Top of Extracted data

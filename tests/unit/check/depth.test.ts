import { describe, expect, test } from 'vitest';
import { measureShape } from '../../../src/check/depth.ts';
import { measureSurface, squaredPointTriangle } from '../../../src/check/surface-depth.ts';
import { randomStream } from '../../../src/core/random.ts';
import type { TriangleSurface } from '../../../src/core/surface.ts';
import type { Shape } from '../../../src/spec/types.ts';

const NONE = new Map();

describe('single shapes', () => {
  // Distances written down by hand from elementary geometry.
  const cases: [string, Shape, [number, number, number], number][] = [
    ['box, inside', { shape: 'box', min: [0, 0, 0], max: [4, 6, 8] }, [1, 2, 3], 1],
    ['box, on a face', { shape: 'box', min: [0, 0, 0], max: [4, 6, 8] }, [0, 2, 3], 0],
    ['box, off a corner', { shape: 'box', min: [0, 0, 0], max: [4, 6, 8] }, [-3, 10, 8], -5],
    ['sphere', { shape: 'sphere', center: [1, 2, 3], radius: 5 }, [1, 5, 7], 0],
    ['sphere, outside', { shape: 'sphere', center: [1, 2, 3], radius: 5 }, [1, 2, 13], -5],
    ['cylinder, near the side', { shape: 'cylinder', from: [0, 0, 0], to: [0, 0, 10], radius: 5 }, [3, 0, 5], 2],
    ['cylinder, near the end', { shape: 'cylinder', from: [0, 0, 0], to: [0, 0, 10], radius: 5 }, [0, 3, 9], 1],
    ['cylinder, off the rim', { shape: 'cylinder', from: [0, 0, 0], to: [0, 0, 10], radius: 5 }, [8, 0, 14], -5],
    ['ellipsoid, centre', { shape: 'ellipsoid', center: [1, 1, 1], radii: [3, 2, 4] }, [1, 1, 1], 2],
    ['ellipsoid, on the long axis', { shape: 'ellipsoid', center: [0, 0, 0], radii: [3, 2, 4] }, [0, 0, 6], -2],
    ['ellipsoid, as a sphere', { shape: 'ellipsoid', center: [0, 0, 0], radii: [5, 5, 5] }, [0, 3, 0], 2],
    // Nearest point leaves the axis: x = 2²·0/…, z = 7²·1/(7² − 2²), and 4(1 − z²/49) square to it.
    [
      'ellipsoid of revolution, on its long axis',
      { shape: 'ellipsoid', center: [0, 0, 0], radii: [2, 2, 7] },
      [0, 0, 1],
      Math.sqrt((49 / 45 - 1) * (49 / 45 - 1) + 4 * (1 - (49 / 45) * (49 / 45) * (1 / 49))),
    ],
  ];
  test.each(cases)('%s', (_, shape, [x, y, z], wanted) => {
    expect(measureShape(shape, NONE).depth(x, y, z)).toBeCloseTo(wanted, 12);
  });

  test('an ellipsoid gives a bound from below, good at its centre', () => {
    const random = randomStream('1', 'bound');
    for (const radii of [
      [3, 1.2, 0.7],
      [2, 2, 2],
      [0.5, 0.5, 9],
    ] as [number, number, number][]) {
      const { depth, depthAtLeast } = measureShape({ shape: 'ellipsoid', center: [1, 2, 3], radii }, NONE);
      expect(depthAtLeast!(1, 2, 3)).toBeCloseTo(Math.min(...radii), 12);
      for (let k = 0; k < 3000; k++) {
        // Some hard by the boundary, where rounding counts.
        const near = k % 3 === 0 ? 1 + 1e-15 * (random.next() - 0.5) : 1.2 * random.next();
        const [u, v] = [2 * random.next() - 1, 2 * Math.PI * random.next()];
        const w = Math.sqrt(1 - u * u);
        const [x, y, z] = [u, w * Math.cos(v), w * Math.sin(v)].map((n, i) => i + 1 + near * n * radii[i]!);
        expect(depthAtLeast!(x!, y!, z!)).toBeLessThanOrEqual(depth(x!, y!, z!));
      }
    }
  });

  // The nearest of many boundary points is never nearer than the true distance, and little farther.
  test('ellipsoid against a fine cloud of boundary points', () => {
    const [a, b, c] = [3, 1.2, 0.7];
    const { depth } = measureShape({ shape: 'ellipsoid', center: [0, 0, 0], radii: [a, b, c] }, NONE);
    const random = randomStream('1', 'ellipsoid');
    const points = [
      [0, 0, 0],
      [2, 0, 0],
      [2.9, 0, 0],
      [0, 1, 0],
      [1, 0.5, 0],
      [1, 0, 1e-9],
      ...Array.from({ length: 40 }, () => [a, b, c].map((e) => 1.6 * e * (2 * random.next() - 1))),
    ];
    for (const [x, y, z] of points as [number, number, number][]) {
      let nearest = Infinity;
      for (let i = 0; i <= 400; i++) {
        for (let k = 0; k < 800; k++) {
          const [u, v] = [(Math.PI * i) / 400, (2 * Math.PI * k) / 800];
          const px = a * Math.sin(u) * Math.cos(v) - x;
          const py = b * Math.sin(u) * Math.sin(v) - y;
          nearest = Math.min(nearest, Math.hypot(px, py, c * Math.cos(u) - z));
        }
      }
      const got = depth(x, y, z);
      expect(Math.abs(got)).toBeLessThanOrEqual(nearest + 1e-12);
      expect(Math.abs(got)).toBeGreaterThan(nearest - 0.02);
      expect(got > 0).toBe((x / a) * (x / a) + (y / b) * (y / b) + (z / c) * (z / c) < 1);
    }
  });
});

describe('compound shapes', () => {
  const ball = (x: number): Shape => ({ shape: 'sphere', center: [x, 0, 0], radius: 2 });
  test('a union holds what either holds', () => {
    const { depth, min, max } = measureShape({ shape: 'union', parts: [ball(0), ball(3)] }, NONE);
    expect([depth(-1, 0, 0), depth(4, 0, 0), depth(6, 0, 0)]).toEqual([1, 1, -1]);
    expect([min[0], max[0]]).toEqual([-2, 5]);
  });
  test('an intersection holds what both hold', () => {
    const { depth } = measureShape({ shape: 'intersection', parts: [ball(0), ball(3)] }, NONE);
    expect([depth(1.5, 0, 0), depth(0, 0, 0)]).toEqual([0.5, -1]);
  });
  test('a difference lacks what is taken', () => {
    const { depth } = measureShape({ shape: 'difference', of: ball(0), minus: [ball(3)] }, NONE);
    expect([depth(-1, 0, 0), depth(0.5, 0, 0), depth(1.5, 0, 0)]).toEqual([1, 0.5, -0.5]);
  });
});

describe('triangle surface', () => {
  const surface = bracket();
  const { depth } = measureSurface(surface);

  test('agrees with the union of boxes it is made of, in sign everywhere', () => {
    const random = randomStream('2', 'bracket');
    for (let k = 0; k < 4000; k++) {
      // Every fourth point on the grid of the corners, where rays pass through edges and corners.
      const snap = k % 4 === 0 ? 2 : 1e9;
      const at = () => Math.round((random.next() * 5 - 1) * snap) / snap;
      const [x, y, z] = [at(), at(), at()];
      const one = Math.min(x, 3 - x, y, 1 - y, z, 2 - z);
      const two = Math.min(x, 1 - x, y, 3 - y, z, 2 - z);
      const deepest = Math.max(one, two);
      if (Math.abs(deepest) < 1e-9) expect(Math.abs(depth(x, y, z))).toBeLessThan(1e-9);
      else expect(depth(x, y, z) > 0, `${x} ${y} ${z}`).toBe(deepest > 0);
    }
  });

  test('distance is that of the nearest triangle, all tried', () => {
    const random = randomStream('3', 'bracket');
    for (let k = 0; k < 500; k++) {
      const [x, y, z] = [0, 0, 0].map(() => random.next() * 5 - 1) as [number, number, number];
      let nearest = Infinity;
      for (let f = 0; f < surface.triangle.length; f += 3) {
        const [a, b, c] = surface.triangle.slice(f, f + 3) as unknown as [number, number, number];
        nearest = Math.min(nearest, squaredPointTriangle(surface.position, a, b, c, x, y, z));
      }
      expect(Math.abs(depth(x, y, z))).toBe(Math.sqrt(nearest));
    }
  });

  test('distances by hand', () => {
    expect(depth(0.5, 0.5, 1)).toBeCloseTo(0.5, 12);
    // Inside the elbow the nearest wall is the re-entrant edge at (1, 1).
    expect(depth(0.7, 0.6, 1)).toBeCloseTo(Math.hypot(0.3, 0.4), 12);
    expect(depth(4, 4, 3)).toBeCloseTo(-Math.hypot(1, 3, 1), 12);
  });
});

/** An L-shaped prism, 2 high: non-convex, with a re-entrant edge. */
function bracket(): TriangleSurface {
  const outline = [
    [0, 0],
    [3, 0],
    [3, 1],
    [1, 1],
    [1, 3],
    [0, 3],
  ];
  const n = outline.length;
  const position = Float64Array.from([0, 2].flatMap((z) => outline.flatMap(([x, y]) => [x!, y!, z])));
  const triangle: number[] = [];
  for (let k = 0; k < n; k++) {
    const next = (k + 1) % n;
    triangle.push(k, next, next + n, k, next + n, k + n);
  }
  for (const [a, b, c] of [
    [0, 1, 2],
    [0, 2, 3],
    [0, 3, 4],
    [0, 4, 5],
  ]) {
    triangle.push(a!, c!, b!, a! + n, b! + n, c! + n);
  }
  return { position, triangle: Int32Array.from(triangle) };
}
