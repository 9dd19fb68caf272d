/*
 * The part of the Encoding standard that the library uses. Node and browsers have it; the language's own library does
 * not declare it, and src compiles without the types of either.
 */
declare const TextEncoder: new () => { encode(text: string): Uint8Array<ArrayBuffer> };
declare const TextDecoder: new (
  label: string,
  options?: { readonly fatal?: boolean; readonly ignoreBOM?: boolean },
) => { decode(bytes: Uint8Array): string };

/** UTF-8 bytes of a text. */
export function encodeText(text: string): Uint8Array<ArrayBuffer> {
  return new TextEncoder().encode(text);
}

/** Text of UTF-8 bytes without their byte-order mark; bytes that are not UTF-8 become U+FFFD. */
export function decodeText(bytes: Uint8Array): string {
  return new TextDecoder('utf-8').decode(bytes);
}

Bottom of Extracted data

- _What you will do_
Scan the entries above for the line containing "const w = Math.sqrt(1 - u * u);", and copy it and all lines after it exactly, down to and including the line containing "depth, min, max".

- _Output_
        const w = Math.sqrt(1 - u * u);
        const [x, y, z] = [u, w * Math.cos(v), w * Math.sin(v)].map((n, i) => i + 1 + near * n * radii[i]!);
        expect(depthAtLeast!(x!, y!, z!)).toBeLessThanOrEqual(depth(x!, y!, z!));
      }
    }
  });

  // The nearest of many boundary points is never nearer than the true distance, and little farther.
  test('ellipsoid against a fine cloud of boundary points', () => {
    const [a, b, c] = [3, 1.2, 0.7];
    const { depth } = measureShape({ shape: 'ellipsoid', center: [0, 0, 0], radii: [a, b, c] }, NONE);
    const random = randomStream('1', 'ellipsoid');
    const points = [
      [0, 0, 0],
      [2, 0, 0],
      [2.9, 0, 0],
      [0, 1, 0],
      [1, 0.5, 0],
      [1, 0, 1e-9],
      ...Array.from({ length: 40 }, () => [a, b, c].map((e) => 1.6 * e * (2 * random.next() - 1))),
    ];
    for (const [x, y, z] of points as [number, number, number][]) {
      let nearest = Infinity;
      for (let i = 0; i <= 400; i++) {
        for (let k = 0; k < 800; k++) {
          const [u, v] = [(Math.PI * i) / 400, (2 * Math.PI * k) / 800];
          const px = a * Math.sin(u) * Math.cos(v) - x;
          const py = b * Math.sin(u) * Math.sin(v) - y;
          nearest = Math.min(nearest, Math.hypot(px, py, c * Math.cos(u) - z));
        }
      }
      const got = depth(x, y, z);
      expect(Math.abs(got)).toBeLessThanOrEqual(nearest + 1e-12);
      expect(Math.abs(got)).toBeGreaterThan(nearest - 0.02);
      expect(got > 0).toBe((x / a) * (x / a) + (y / b) * (y / b) + (z / c) * (z / c) < 1);
    }
  });
});

describe('compound shapes', () => {
  const ball = (x: number): Shape => ({ shape: 'sphere', center: [x, 0, 0], radius: 2 });
  test('a union holds what either holds', () => {
    const { depth, min, max } = measureShape({ shape: 'union', parts: [ball(0), ball(3)] }, NONE);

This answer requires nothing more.